Single by Noriko Sakai

from the album Watercolour
- Language: Japanese
- English title: Blue Rabbit
- B-side: "Eien no Asa"
- Released: May 10, 1995
- Recorded: 1995
- Genre: J-pop
- Label: Victor
- Composer(s): Tetsurō Oda
- Lyricist(s): Emi Makiho

Noriko Sakai singles chronology
| "Oh Oh Oh (We Are the Winners)" (1995) | "Aoi Usagi" (1995) | "Here I Am (Nakitai Toki wa Nakeba Ii)" (1996) |

Music videos
- "Aoi Usagi" on YouTube

= Aoi Usagi =

1995 single by Noriko Sakai

"Aoi Usagi" (碧いうさぎ) is the 27th single by Japanese entertainer Noriko Sakai. Written by Emi Makiho and Tetsurō Oda, the single was released on May 10, 1995, by Victor Entertainment.

==Background and release==
"Aoi Usagi" was used as the opening theme of the NTV drama series Heaven's Coin, which also starred Sakai. According to lyricist Makiho, she won a competition to write lyrics for Oda's composition to match the Grimms' Fairy Tales-influenced theme of the drama.

"Aoi Usagi" peaked at No. 5 on Oricon's singles chart. It sold over 997,000 copies and was certified Double Platinum by the RIAJ, becoming the biggest-selling single in her career. The song was also ranked No. 1 downloaded song on the iTunes Store in 2009 before her drug scandal with her then-husband Yūichi Takasō prompted Victor to withdraw all of her media from stores.

The music video features Sakai performing Japanese Sign Language while singing the song, as she played a deaf and mute girl in Hoshi no Kinka. She did a similar performance on the 46th Kōhaku Uta Gassen in 1995, her first and only appearance on NHK's New Year's Eve special.

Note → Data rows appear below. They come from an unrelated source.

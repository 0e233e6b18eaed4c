import type { Request, RequestHandler } from 'express';
import type { Context } from '../context';
import { select } from '../database/connection';
import type { FamilyVisitor } from './current-user';
import { rememberedPhoneOf } from './remembered-phones';
import { hashToken } from './token-hash';

export interface FamilyStanding {
  readonly familyMemberId: number;
  readonly householdId: number;
  readonly siteId: number;
  readonly fullName: string;
  readonly language: string;
  readonly phone: string | null;
  readonly email: string | null;
  readonly standing: 'guardian' | 'helper';
  readonly seesResults: boolean;
}

interface StandingRow {
  id: number;
  household_id: number;
  site_id: number;
  full_name: string;
  reads_language: string;
  phone: string | null;
  email: string | null;
  is_guardian: number | null;
  sees_results: number | null;
}

/** A family member with the highest standing towards any child; null when unknown or no longer anybody's. */
export async function familyStanding(
  db: Context['db'],
  familyMemberId: number,
): Promise<FamilyStanding | null> {
  const [row] = await select<StandingRow>(
    db,
    `SELECT m.id, m.household_id, h.site_id, m.full_name, m.reads_language, m.phone, m.email,
       MAX(c.standing = 'guardian') AS is_guardian, MAX(c.standing = 'guardian' AND c.sees_results) AS sees_results
     FROM family_members m
     JOIN households h ON h.id = m.household_id
     JOIN child_family_members c ON c.family_member_id = m.id
     WHERE m.id = :familyMemberId
     GROUP BY m.id`,
    { familyMemberId },
  );
  if (!row) return null;
  return {
    familyMemberId: row.id,
    householdId: row.household_id,
    siteId: row.site_id,
    fullName: row.full_name,
    language: row.reads_language,
    phone: row.phone,
    email: row.email,
    standing: Number(row.is_guardian) === 1 ? 'guardian' : 'helper',
    seesResults: Number(row.sees_results) === 1,
  };
}

/** A helper never gets beyond the instructions and the morning question, whatever code was entered. */
export function reachOf(
  standing: FamilyStanding['standing'],
  freshUntil: number | null,
  now = Date.now(),
): FamilyVisitor['reach'] {
  return standing === 'guardian' && freshUntil !== null && now < freshUntil ? 'fresh' : 'household';
}

interface Entry {
  readonly familyMemberId: number;
  readonly freshUntil: number | null;
  readonly hash: string;
}

/** By the session, or by the phone that was asked to be remembered. */
async function entryOf(context: Context, req: Request): Promise<Entry | null> {
  const open = req.session.family;
  if (open) return { ...open, hash: hashToken(req.sessionID) };
  const phone = await rememberedPhoneOf(context.db, req);
  return phone && { familyMemberId: phone.familyMemberId, freshUntil: null, hash: phone.tokenHash };
}

/** Puts the family member of the session or the remembered phone on the request. */
export function knowFamily(context: Context): RequestHandler {
  return async (req, _res, next) => {
    const entry = await entryOf(context, req);
    const standing = entry && (await familyStanding(context.db, entry.familyMemberId));
    if (entry && standing)
      req.familyVisitor = {
        visitor: {
          familyMemberId: standing.familyMemberId,
          householdId: standing.householdId,
          fullName: standing.fullName,
          language: standing.language,
          reach: reachOf(standing.standing, entry.freshUntil),
        },
        actor: {
          side: 'family',
          id: standing.familyMemberId,
          name: standing.fullName,
          sessionHash: entry.hash,
          address: req.ip ?? null,
        },
      };
    next();
  };
}
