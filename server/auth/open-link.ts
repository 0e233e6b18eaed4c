import type { Request } from 'express';
import type { Transaction } from 'sequelize';
import type { z } from 'zod';
import type { LinkDescription, openLinkRequest } from '../../shared/contracts/family-session';
import { builtLanguages } from '../../shared/languages/languages';
import { record, systemActor } from '../access-record/record';
import type { Actor } from '../access-record/record';
import type { Context } from '../context';
import { change, inTransaction, select } from '../database/connection';
import { Problem } from '../http/problem';
import { clinicForFamily } from './clinic-for-family';
import { callAboutLockedLink } from './locked-link';
import { linkOf, linkTries, stateOf } from './links';
import type { FamilyLink, LinkState } from './links';
import { rememberedPhoneOf } from './remembered-phones';

const clocks = (context: Context) => ({
  businessNow: context.clock.now(),
  realNow: Date.now(),
});

/** The link's own phone: remembered for the same family member, so that nobody else's link opens on it. */
async function isOwnPhone(
  context: Context,
  req: Request,
  link: FamilyLink,
  transaction?: Transaction,
): Promise<boolean> {
  const phone = await rememberedPhoneOf(context.db, req, transaction);
  return link.kind === 'household' && phone?.familyMemberId === link.familyMemberId;
}

/** The language of the page that asks, where nobody is known yet whose own it could be. */
const pageLanguage = (req: Request): string =>
  req.acceptsLanguages(...builtLanguages.map(({ id }) => id)) || 'en';

/** What a link is for and whether it is open. Uses nothing up and says nothing about a child. */
export async function describeLink(
  context: Context,
  req: Request,
  token: string,
): Promise<LinkDescription> {
  const link = await linkOf(context.db, token);
  if (!link)
    return {
      kind: 'invitation',
      state: 'unknown',
      needs: 'birth-date',
      clinic: await clinicForFamily(context, null, pageLanguage(req)),
    };
  return {
    kind: link.kind,
    state: stateOf(link, clocks(context)),
    needs: (await isOwnPhone(context, req, link)) ? 'nothing' : 'birth-date',
    clinic: await clinicForFamily(context, link.siteId, link.language),
  };
}

type Outcome =
  | { readonly kind: 'open'; readonly familyMemberId: number }
  | { readonly kind: Exclude<LinkState, 'open'> | 'unknown' }
  | { readonly kind: 'wrong'; readonly triesLeft: number };

const over: Readonly<Record<Exclude<LinkState, 'open'> | 'unknown', () => Problem>> = {
  unknown: () => new Problem(404, 'link-unknown', 'We do not know this link. Call us.'),
  expired: () => new Problem(410, 'link-expired', 'This link is over. Call us for a new one.'),
  used: () => new Problem(410, 'link-used', 'This link was opened before. Call us for a new one.'),
  locked: () => new Problem(423, 'link-locked', 'There were too many tries. We call you.'),
};

/**
 * The second step of a link: the birth date of any child of the household, or the remembered phone. An invitation is
 * used up here and never by looking; a household link stays open until its morning is over. Every try is counted before
 * it is judged, under a lock, so that five are five however many come at once.
 * @returns the family member who is now here.
 * @throws Problem 404, 410, 423 by the link's state, 422 'birth-date-wrong' with `triesLeft`.
 */
export async function openLink(
  context: Context,
  req: Request,
  request: z.output<typeof openLinkRequest>,
): Promise<number> {
  const outcome = await inTransaction(context.db, (transaction) =>
    tryLink(context, transaction, req, request),
  );
  if (outcome.kind === 'open') return outcome.familyMemberId;
  if (outcome.kind !== 'wrong') throw over[outcome.kind]();
  const message = 'This is not a birth date of a child of your family. Look at it again.';
  throw new Problem(422, 'birth-date-wrong', message, {
    errors: [{ path: 'bornOn', message }],
    triesLeft: outcome.triesLeft,
  });
}

async function tryLink(
  context: Context,
  transaction: Transaction,
  req: Request,
  { token, bornOn }: z.output<typeof openLinkRequest>,
): Promise<Outcome> {
  const { db } = context;
  const link = await linkOf(db, token, transaction);
  if (!link) return { kind: 'unknown' };
  const state = stateOf(link, clocks(context));
  if (state !== 'open') return { kind: state };
  const children = await select<{ id: number; born_on: string }>(
    db,
    'SELECT id, born_on FROM children WHERE household_id = :householdId',
    { householdId: link.householdId },
    transaction,
  );
  const childIds = children.map(({ id }) => id);
  const isRight =
    (await isOwnPhone(context, req, link, transaction)) ||
    children.some(({ born_on }) => bornOn !== null && born_on === bornOn);
  if (isRight) {
    await useLink(context, transaction, link);
    await record(db, transaction, await linkActor(context, transaction, link, req), {
      action: 'changed',
      matter: 'family-sign-in',
      childIds,
      detail: { by: link.kind },
      at: context.clock.now(),
    });
    return { kind: 'open', familyMemberId: link.familyMemberId };
  }
  const tries = link.tries + 1;
  await change(
    db,
    'UPDATE family_links SET tries = :tries WHERE id = :id',
    { tries, id: link.id },
    transaction,
  );
  if (tries < linkTries) return { kind: 'wrong', triesLeft: linkTries - tries };
  await record(db, transaction, systemActor('links'), {
    action: 'changed',
    matter: 'link-locked',
    childIds,
    detail: { linkId: link.id },
    at: context.clock.now(),
  });
  await callAboutLockedLink(context, transaction, link);
  return { kind: 'locked' };
}

async function useLink({ db }: Context, transaction: Transaction, link: FamilyLink): Promise<void> {
  const sets = link.kind === 'invitation' ? 'used_at = :now, tries = 0' : 'tries = 0';
  await change(
    db,
    `UPDATE family_links SET ${sets} WHERE id = :id`,
    { id: link.id, now: new Date() },
    transaction,
  );
}

async function linkActor(
  { db }: Context,
  transaction: Transaction,
  link: FamilyLink,
  req: Request,
): Promise<Actor> {
  const [member] = await select<{ full_name: string }>(
    db,
    'SELECT full_name FROM family_members WHERE id = :id',
    { id: link.familyMemberId },
    transaction,
  );
  return {
    side: 'family',
    id: link.familyMemberId,
    name: member?.full_name ?? '',
    sessionHash: null,
    address: req.ip ?? null,
  };
}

Makiho self-covered the song on her 1996 album Aromatister while Oda covered it on his 2006 cover album Melodies. Sakai re-recorded the song as the B-side of her 2007 single "Sekaijū no Dare Yori Kitto". In 2014, Sakai recorded a Chinese-language version of the song, titled "Jìmò de xiǎo bì tù" (寂寞的小碧兔); this version is included in her 2016 compilation album The Best Exhibition: Noriko Sakai 30th Anniversary Best Album. In October 2021, Sakai re-recorded the song and placed an NFT of it and promo photos on auction to promote the fourth season of the drama series Producer K, which marked her first drama appearance in eight years.

==Track listing==

| No. | Title | Lyrics | Music | Arrangement | Length |
|---|---|---|---|---|---|
| 1. | "Aoi Usagi" ((碧いうさぎ, "Blue Rabbit")) | Emi Makiho | Tetsurō Oda | Hiroshi Shinkawa | 3:48 |
| 2. | "Eien no Asa" ((永遠の朝, "Eternal Morning")) | Chika Ueda | Ueda | Etsuko Yamakawa | 4:29 |
| 3. | "Aoi Usagi" (Original Karaoke) |  |  |  | 3:47 |
| 4. | "Eien no Asa" (Original Karaoke) |  |  |  | 4:27 |

==Charts==

| Chart (1995) | Peak position |
|---|---|
| Oricon Weekly Singles Chart | 5 |

== Certification ==

| Region | Certification | Certified units/sales |
| Japan (RIAJ) | 2× Platinum | 800,000^{^} |
^{^} Shipments figures based on certification alone.

==Cover versions==
- McKee covered the song in Tagalog as "Ako Ay Maghihintay" on their 1996 self-titled album, released exclusively in the Philippines.
- Marie Miyake (as Nana Abe) covered the song on the 2013 soundtrack album The IdolM@ster Cinderella Master Cute Jewelries! 001.
- Nanase Aikawa covered the song on the 2015 tribute album Treasure Box: Tetsurō Oda Songs.